On Tue, May 15, 2018 at 02:41:41PM +0300, Boaz Harrosh wrote: > On 15/05/18 14:11, Matthew Wilcox wrote: > > You're still thinking about this from the wrong perspective. If you > > were writing a program to attack this facility, how would you do it? > > It's not exactly hard to leak one pointer's worth of information. > > > > That would be very hard. Because that program would: > - need to be root > - need to start and pretend it is zus Server with the all mount > thread thing, register new filesystem, grab some pmem devices. > - Mount the said filesystem on said pmem. Create core-pinned ZT threads > for all CPUs, start accepting IO. > - And only then it can start leaking the pointer and do bad things. > The bad things it can do to the application, not to the Kernel. No I think you can do bad things to the kernel at that point. Consider it populating the TLBs on the 'wrong' CPU by 'inadvertenly' touching 'random' memory. Then cause an invalidation and get the page re-used for kernel bits. Then access that page through the 'stale' TLB entry we still have on the 'wrong' CPU and corrupt kernel data.
On 15/05/18 15:09, Peter Zijlstra wrote: > On Tue, May 15, 2018 at 02:41:41PM +0300, Boaz Harrosh wrote: >> On 15/05/18 14:11, Matthew Wilcox wrote: > >>> You're still thinking about this from the wrong perspective. If you >>> were writing a program to attack this facility, how would you do it? >>> It's not exactly hard to leak one pointer's worth of information. >>> >> >> That would be very hard. Because that program would: >> - need to be root >> - need to start and pretend it is zus Server with the all mount >> thread thing, register new filesystem, grab some pmem devices. >> - Mount the said filesystem on said pmem.

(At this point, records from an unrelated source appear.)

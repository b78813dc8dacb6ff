"""Electric current through a detector, averaged over a stretch of time (eqs. 1 and 2 of
:mod:`driftwell.answers.passages`).

Along the detector's normal it counts positive for positive charges: electrons that fly along the
normal make a negative current. What passes back and forth cancels.
"""

from __future__ import annotations

from typing import ClassVar, Literal

from driftwell.answers.answer import Answer
from driftwell.answers.evidence import Evidence
from driftwell.answers.kinds.passage_question import CurrentQuestion, window_in_words
from driftwell.answers.passages import current_of, passages_in_words
from driftwell.forms import key


class Current(CurrentQuestion):
    """Mean electric current through a detector, along its normal."""

    unit: ClassVar[str] = "A"
    ask: Literal["current"] = key("mean electric current through a detector, along its normal")

    def answer(self, evidence: Evidence) -> Answer:
        clouds = self.clouds(evidence)
        passed = self.all_passages(evidence)
        found = current_of(passed, self.over, clouds, evidence)
        against = int((passed.direction < 0.0).sum())
        note = passages_in_words(passed, clouds, self.over)
        if against:
            note += f"; {against} of {len(passed)} passages against the normal"
        return self.answered(found.value, found.error, note)

    def words(self) -> str:
        return (
            f'mean current of {self.whose()} through detector "{self.of}" '
            f"{window_in_words(self.over)}"
        )
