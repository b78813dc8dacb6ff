"""Kinetic energy with which charges pass a detector: mean, rms spread or full width at half
maximum, of one real particle, in eV. A charge counts once, with its first passage.
"""

from __future__ import annotations

from typing import ClassVar, Literal

from driftwell.answers.answer import Answer
from driftwell.answers.evidence import Evidence
from driftwell.answers.kinds.arrival_time import LEAST, STATISTICS, Statistic, statistic_of
from driftwell.answers.kinds.passage_question import PassageQuestion
from driftwell.answers.passages import passages_in_words
from driftwell.constants import ELEMENTARY_CHARGE
from driftwell.forms import key


class ArrivalEnergy(PassageQuestion):
    """Mean or spread of the kinetic energies with which charges pass a detector."""

    unit: ClassVar[str] = "eV"
    ask: Literal["arrival-energy"] = key("kinetic energy with which charges pass a detector")
    statistic: Statistic = key(
        "mean; rms: standard deviation; fwhm: full width at half maximum", default="mean"
    )

    def answer(self, evidence: Evidence) -> Answer:
        passed = self.first_passages(evidence, LEAST[self.statistic])
        value, error = statistic_of(self.statistic, passed.energy / ELEMENTARY_CHARGE)
        note = passages_in_words(passed, self.clouds(evidence), self.over)
        if error is None:
            note += "; too few different energies to tell an error from"
        return self.answered(value, error, note)

    def words(self) -> str:
        return (
            f"{STATISTICS[self.statistic]} of the kinetic energies of {self.whose()} at detector "
            f'"{self.of}"{self.when()}'
        )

Create core-pinned ZT threads >> for all CPUs, start accepting IO. >> - And only then it can start leaking the pointer and do bad things. >> The bad things it can do to the application, not to the Kernel. > > No I think you can do bad things to the kernel at that point. Consider > it populating the TLBs on the 'wrong' CPU by 'inadvertenly' touching > 'random' memory. > > Then cause an invalidation and get the page re-used for kernel bits. > > Then access that page through the 'stale' TLB entry we still have on the > 'wrong' CPU and corrupt kernel data. > Yes a BAD filesystem Server can do bad things I agree. But a filesystem can do very bad things in any case. through the front door, No? and we trust it with our data. So there is some trust we already put in a filesystem i think. I will try to look at this deeper, see if I can actually enforce this policy. Do you have any ideas? can I force page_faults on the other cores? Thank you for looking Boaz
On Tue, May 15, 2018 at 01:07:51PM +0100, Mark Rutland wrote:
> // speculatively allocates TLB
Ohh, right, I completely forgot about that, but that actually does
happen. We had trouble with AMD doing just that only about a year ago or
so IIRC.
CPUs are completely free to speculatively load TLB entries for pages
they never actually end up touching (typically prefetcher based), as
long as there's valid page-tables for them at the time.
So yes, you're right.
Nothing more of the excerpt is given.